Whatever the solutions are here, and I've got quite a few ideas on how to go about this, they won't be a quick fix. But I'll be taking a good hard look at all of this :D

- BNC

Re: 1919 RCW scenario

Posted: Wed Nov 22, 2023 9:34 pm
by gamer78
French&Greek force in Odesa quit after approaching Bolshevik force. Greeks were promised about western anatolia as they send expeditionary force. Horses were valuable as advertised by Bolsheviks. Village areas don't need partisans as they change sides very quickly and increase hatred (for both sides increasing size of Green army). And Whites needs at least two factions as playable as their common goal is not one.

Re: 1919 RCW scenario

Posted: Thu Nov 23, 2023 5:05 pm
by szmike
I'd rather modify Whites surrender events and link them to the loss of their capitals - either Archangelsk or Murmansk in case of Northern, Tallin in case of NW which is technically Estonian, but it's only natural; so it feels more in line with situation on map and actual gameplay.
And FS loss not to arbitrary 12 hexes from Moscow, which is known to Reds (unlike real life), so the Red player will never allow it to happen, but rather to possesion of Tsaritsyn and(or?) Kiev. Control of those cities by Reds means jaws are closing and Whites are in real trouble.
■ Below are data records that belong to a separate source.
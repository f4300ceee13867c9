import { and, asc, desc, eq, gte, inArray, isNull, lte, ne, or, sql } from 'drizzle-orm'
import { escalations, inboundTexts, messageEvents, messages, patients, visits } from '#server/db/schema/index'
import { replySites } from '#server/policies/messaging'
import type { ServiceContext } from '#server/services/context'

/** Replies that wait for a person, the worried first, and messages that reached nobody, at the caller's sites. A number that nobody knows is on every unit's list until one settles it. */
export async function listReplies(ctx: ServiceContext, input: { limit: number }) {
  const siteIds = replySites(ctx.actor)
  if (!siteIds.length) return { replies: [], stuck: [], understood: 0 }
  const dayAgo = new Date(ctx.now.getTime() - 86_400_000)
  const [replies, stuck, [understood]] = await Promise.all([
    ctx.db.select({ reply: inboundTexts, patient: patients, visit: visits, escalation: escalations }).from(inboundTexts)
      .leftJoin(patients, eq(patients.id, inboundTexts.patientId)).leftJoin(visits, eq(visits.id, inboundTexts.visitId))
      .leftJoin(escalations, and(eq(escalations.patientId, inboundTexts.patientId), ne(escalations.state, 'closed'), sql`${inboundTexts.meaning} = 'worried'`))
      .where(and(or(inArray(inboundTexts.siteId, siteIds), isNull(inboundTexts.siteId)), isNull(inboundTexts.handledAt)))
      .orderBy(sql`${inboundTexts.meaning} <> 'worried'`, asc(inboundTexts.receivedAt)).limit(input.limit),
    ctx.db.select({ message: messages, patient: patients }).from(messages).innerJoin(patients, eq(patients.id, messages.patientId))
      .where(and(inArray(messages.siteId, siteIds), inArray(messages.state, ['failed', 'held']), lte(messages.dueAt, new Date(ctx.now.getTime() + 86_400_000)),
        // A failed text that left again by e-mail needs nobody, unless that failed as well.
        sql`not exists (select 1 from ${messageEvents} e where e.message_id = ${messages.id} and e.kind = 'fell-back')`))
      .orderBy(desc(messages.createdAt)).limit(input.limit),
    ctx.db.select({ n: sql<number>`count(*)::int` }).from(inboundTexts).where(and(inArray(inboundTexts.siteId, siteIds), gte(inboundTexts.receivedAt, dayAgo), isNull(inboundTexts.handledBy), sql`${inboundTexts.handledAt} is not null`)),
  ])
  return { replies, stuck, understood: understood?.n ?? 0 }
}
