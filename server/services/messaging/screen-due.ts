import { and, eq, inArray } from 'drizzle-orm'
import type { Transaction } from '#server/db/client'
import { messageEvents, messages, pathways, patients, sites } from '#server/db/schema/index'
import { passOnStopped } from '#server/services/messaging/fall-back'
import { dropDuplicates } from '#shared/domain/messaging/duplicates'
import { nextAllowed } from '#shared/domain/messaging/quiet-hours'
import { mayLeaveAt } from '#shared/domain/messaging/reminder-plan'
import { reminderRules } from '#shared/domain/messaging/reminder-rules'
import type { ReminderRule } from '#shared/domain/messaging/reminder-rules'
import type { MessageKind, PlannedKind } from '#shared/domain/messaging/vocabulary'
import { plannedKinds } from '#shared/domain/messaging/vocabulary'

type Row = typeof messages.$inferSelect
interface About { patient: typeof patients.$inferSelect, pathwayState: string | null, zone: string }

/**
 * What was planned may have waited: asked again at the moment it would leave. Nothing to a patient after a death, no reminder of
 * a closed pathway, no text after STOP, nothing in quiet hours, one of two that say the same. Answers the rows that may leave.
 */
export async function screenDue(tx: Transaction, due: Row[], now: Date): Promise<Row[]> {
  const toPatients = due.filter(row => row.patientId && row.recipientKey === `patient:${row.patientId}` && !row.inDoubtSince)
  if (!toPatients.length) return due
  const [about, sameAs] = await Promise.all([loadAbout(tx, toPatients), findDuplicates(tx, toPatients)])
  const kept = new Set(due.map(row => row.id))
  for (const row of toPatients) {
    const whose = about.get(row.id)
    if (whose && !await mayLeave(tx, row, whose, sameAs.get(row.id), now)) kept.delete(row.id)
  }
  return due.filter(row => kept.has(row.id))
}

async function mayLeave(tx: Transaction, row: Row, { patient, pathwayState, zone }: About, sameAs: string | undefined, now: Date): Promise<boolean> {
  const rule = reminderRules[row.kind as MessageKind] as ReminderRule | undefined
  if (patient.diedOn) return refuse(tx, row, 'withdrawn', { kind: 'withdrawn', detail: { why: 'died' } }, now)
  if (pathwayState === 'closed' && plannedKinds.includes(row.kind as PlannedKind)) return refuse(tx, row, 'withdrawn', { kind: 'withdrawn', detail: { why: 'closed' } }, now)
  if (patient.textsStoppedAt && row.channel === 'text' && !rule?.evenWhenStopped) {
    await passOnStopped(tx, row, now)
    return false
  }
  if (sameAs) return refuse(tx, row, 'withdrawn', { kind: 'dropped', detail: { sameAs } }, now)
  // Words that a person writes by hand leave when that person says so.
  if (!rule || mayLeaveAt(row.kind as MessageKind, now, zone)) return true
  return waitForMorning(tx, row, rule, zone, now)
}

async function waitForMorning(tx: Transaction, row: Row, rule: ReminderRule, zone: string, now: Date): Promise<false> {
  const dueAt = nextAllowed(now, zone, rule.quiet === 'from-seven' ? '07:00' : undefined)
  if (dueAt < row.expiresAt) {
    await tx.update(messages).set({ dueAt, state: 'queued' }).where(eq(messages.id, row.id))
    await tx.insert(messageEvents).values({ messageId: row.id, at: now, kind: 'waits', detail: { why: 'quiet hours', until: dueAt.toISOString() } })
    return false
  }
  const ring = rule.timing.by === 'at-once' && rule.timing.untilStart === true
  return refuse(tx, row, ring ? 'held' : 'expired', { kind: ring ? 'held' : 'expired', detail: { why: 'cannot be reached in time by message' } }, now)
}

async function refuse(tx: Transaction, row: Row, state: 'withdrawn' | 'held' | 'expired', event: { kind: string, detail: { why?: string, sameAs?: string } }, now: Date): Promise<false> {
  await tx.update(messages).set({ state, ...(state === 'held' ? { lastError: event.detail.why } : {}) }).where(eq(messages.id, row.id))
  await tx.insert(messageEvents).values({ messageId: row.id, at: now, ...event })
  return false
}

async function loadAbout(tx: Transaction, rows: Row[]): Promise<Map<string, About>> {
  const found = await tx.select({ id: messages.id, patient: patients, pathwayState: pathways.state, zone: sites.zone }).from(messages)
    .innerJoin(patients, eq(patients.id, messages.patientId)).leftJoin(pathways, eq(pathways.id, messages.pathwayId)).innerJoin(sites, eq(sites.id, patients.siteId))
    .where(inArray(messages.id, rows.map(row => row.id)))
  return new Map(found.map(({ id, ...about }) => [id, about]))
}

/** Both senders of two machines drop the same one: the earlier due, then the lower id, is the one that is kept. */
async function findDuplicates(tx: Transaction, rows: Row[]): Promise<Map<string, string>> {
  const told = rows.filter(row => row.topic !== '')
  if (!told.length) return new Map()
  const alike = await tx.select().from(messages).where(and(inArray(messages.recipientKey, told.map(row => row.recipientKey)), inArray(messages.topic, told.map(row => row.topic)), inArray(messages.state, ['queued', 'sending', 'sent', 'delivered'])))
  const { dropped } = dropDuplicates(alike.sort((left, right) => left.id.localeCompare(right.id)).map(row => ({ id: row.id, kind: row.kind as MessageKind, topic: row.topic, channel: row.channel, dueAt: row.dueAt, personId: row.recipientKey })))
  return new Map(dropped.map(({ message, sameAs }) => [message.id, sameAs.id]))
}
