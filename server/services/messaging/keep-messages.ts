import { and, eq, inArray, or } from 'drizzle-orm'
import type { Transaction } from '#server/db/client'
import { messageEvents, messages } from '#server/db/schema/index'
import { makeLink } from '#server/services/messaging/patient-link'

export type NewMessage = typeof messages.$inferInsert
type Row = typeof messages.$inferSelect

/** Stands in a body for the patient's own link, which is made only for a row that is really written. */
export const linkMark = '[[link]]'

/**
 * Writes message rows, each at most once for (person, kind, subject, occasion, channel). What was withdrawn before it was ever
 * sent is queued anew: a visit moved away and back has its reminders again. What was sent, settled by a person or dropped
 * because another said the same stays as it is.
 */
export async function keepMessages(tx: Transaction, rows: NewMessage[], now: Date): Promise<void> {
  if (!rows.length) return
  const known = await tx.select().from(messages).where(or(...rows.map(sameMessage))).for('update')
  const again = await neverSent(tx, known.filter(row => row.state === 'withdrawn' && !row.sentAt && !row.inDoubtSince))
  for (const row of rows) {
    const found = known.find(each => isSame(each, row))
    if (!found) await insert(tx, row, now)
    else if (again.has(found.id)) await queueAgain(tx, found, row, now)
  }
}

function sameMessage(row: NewMessage) {
  return and(eq(messages.recipientKey, row.recipientKey), eq(messages.kind, row.kind), eq(messages.subjectKey, row.subjectKey), eq(messages.occasion, row.occasion), eq(messages.channel, row.channel))
}

function isSame(known: Row, row: NewMessage): boolean {
  return known.recipientKey === row.recipientKey && known.kind === row.kind && known.subjectKey === row.subjectKey && known.occasion === row.occasion && known.channel === row.channel
}

async function neverSent(tx: Transaction, withdrawn: Row[]): Promise<Set<string>> {
  if (!withdrawn.length) return new Set()
  const ended = await tx.select({ id: messageEvents.messageId }).from(messageEvents).where(and(inArray(messageEvents.messageId, withdrawn.map(row => row.id)), inArray(messageEvents.kind, ['sent', 'settled', 'dropped'])))
  return new Set(withdrawn.map(row => row.id).filter(id => !ended.some(each => each.id === id)))
}

async function insert(tx: Transaction, row: NewMessage, now: Date): Promise<void> {
  const [kept] = await tx.insert(messages).values({ ...row, body: await withLink(tx, row, now) }).onConflictDoNothing().returning({ id: messages.id, state: messages.state })
  if (kept) await tx.insert(messageEvents).values({ messageId: kept.id, at: now, kind: kept.state })
}

async function queueAgain(tx: Transaction, found: Row, row: NewMessage, now: Date): Promise<void> {
  const state = row.state ?? 'queued'
  const [queued] = await tx.update(messages).set({
    state, body: await withLink(tx, row, now), subject: row.subject ?? '', language: row.language ?? 'en', topic: row.topic ?? '', calendar: row.calendar ?? null, toAddress: row.toAddress, visitId: row.visitId ?? null,
    dueAt: row.dueAt, expiresAt: row.expiresAt, lastError: row.lastError ?? null, attempts: 0, leaseUntil: null,
  }).where(and(eq(messages.id, found.id), eq(messages.state, 'withdrawn'))).returning({ id: messages.id })
  if (queued) await tx.insert(messageEvents).values({ messageId: queued.id, at: now, kind: state, detail: { again: true } })
}

async function withLink(tx: Transaction, row: NewMessage, now: Date): Promise<string> {
  if (!row.patientId || !row.body.includes(linkMark)) return row.body
  return row.body.replace(linkMark, await makeLink(tx, { patientId: row.patientId, pathwayId: row.pathwayId ?? null, visitId: row.visitId ?? null, language: row.language, now }))
}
It is possible to try and push Ural, but 2 HQs are required and there is no time for that, unless bringing Cossacks, but the area for units is rather limited anyway, and sieging a town, waiting for the supply to dwindle enough and rotate attacks in bad terrain and weather.... then another one next in line? Only possible if neglected by Reds.

Re: 1919 RCW scenario

Posted: Thu Nov 23, 2023 10:01 pm
by gamer78
Situation on map and actual gameplay comes first if designer do not have interest in conflict and the company interest in market. Not at least about Irish uprising and political situation in America as events.. If you think about rules of WW'1(Their most sucessfull game) to RCW than obviously no care about product. Which is acceptable during political situation for the devs, but for new devs?